模式之二则是可依托部分数字人民币运营机构在上海自贸区的分支机构,直接于链上铸造和运营人民币稳定币,并且在兑付给特定的合格经济主体时,充分履行合规落实责任。当然,如果以银行作为稳定币发行主体,那么一方面,境外银行或相关组织探索的代币化存款虽具有稳定币的类似特征,但与真正的稳定币机制仍存在差异。另一方面,为了应对脱媒挑战的部分境外银行,也开始研究或尝试设立科技子公司或联合设立相关法人主体,来探索发行法币稳定币以增加对客户的生态吸引力、抵御加密行业的冲击。所以,此模式下的人民币稳定币探索仍需厘清具体路径与重点。

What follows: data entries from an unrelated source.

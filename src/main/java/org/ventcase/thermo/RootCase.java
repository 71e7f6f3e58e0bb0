package org.ventcase.thermo;

/** How many real roots the cubic in Z has at the stated conditions. */
public enum RootCase {
    /** One real root: only one phase-like volume exists. */
    ONE_REAL("one real root"),
    /** Three distinct real roots: smallest liquid-like, largest vapour-like, middle unphysical. */
    THREE_DISTINCT("three distinct real roots"),
    /** Two of the three roots coincide: a spinodal (limit of mechanical stability). */
    DOUBLE("a double root (spinodal)"),
    /** All three roots coincide: the critical point of the equation. */
    TRIPLE("a triple root (critical point)");

    private final String words;

    RootCase(String words) {
        this.words = words;
    }

    public String words() {
        return words;
    }
}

必须注意的是,无论哪种模式都需同步实现几方面要求。一是人民币稳定币需设置充足的资产储备,除了人民币现金、短期国债等高流动性资产之外,可设置一定比例的数字人民币储备,从而实现与央行CBDC改革试点的协同推进。二是要求人民币稳定币发行主体建立完善的风险识别、资产隔离与托管、内部控制等合规运营机制,面向直接客户履行相关合规义务,也要努力与各方合作推动人民币稳定币的应用场景拓展,有效配合自贸区改革重点。三是充分借鉴上海自贸区FT账户的“电子围网”特点,通过技术标准与智能合约的创新设计,使得在试点期持有和使用人民币稳定币的主体,尽可能限于特定的合格机构、企业或自然人。
同时,就境外离岸人民币稳定币(CNH Coin,CNHC)来看,在模式一之下可以推动由境内外机构在香港共同发起一家人民币稳定币发行机构,或者在模式二之下允许境内部分授权银行或支付机构依托其注册在香港的法人机构,铸造和发行境外离岸人民币稳定币,且需符合香港地区的相关法律规定。由此可形成境内外的双重人民币稳定币体系,同时借鉴现有内地与香港间的跨境支付与资金流动制度安排,探索CNYC与CNHC的交换与互通机制。其中CNYC在短期内主要用于补充和增进跨境贸易与商务活动的支付结算效率,CNHC则旨在进一步强化香港在人民币国际化中的地位,并且可合规用于链上金融活动和大宗商品等的交易结算,尤其是可积极探索支持基于人民币资产的RWA(Real-World Assets),从而共同致力于提升人民币及人民币资产的全球影响力。
还需注意的是,境内外监管部门与人民币稳定币发行机构应该通力合作,持续推动智能化技术创新,有效识别区块链生态系统中的人民币稳定币二级市场活动,尤其对于境内非合格主体持有人民币稳定币的情况进行监测,防范非法资金流动与防止用于非法活动。
当然,正如国际清算银行(BIS)指出的,稳定币在单一性(singleness)、弹性(elasticity)和完整性(integrity)三大关键标准上仍存在缺陷,人民币稳定币的改革探索仍需严控风险、循序渐进、规模适度,同时应尽快推动相关的法律法规制定,从而在全球稳定币法律博弈中强化话语权。着眼未来,亦可借鉴BIS提出的、依托统一账本(Unified Ledger)建设的“金融互联网”(Finternet),同步推动数字人民币、银行代币化存款与稳定币等的协同发展、互补共赢。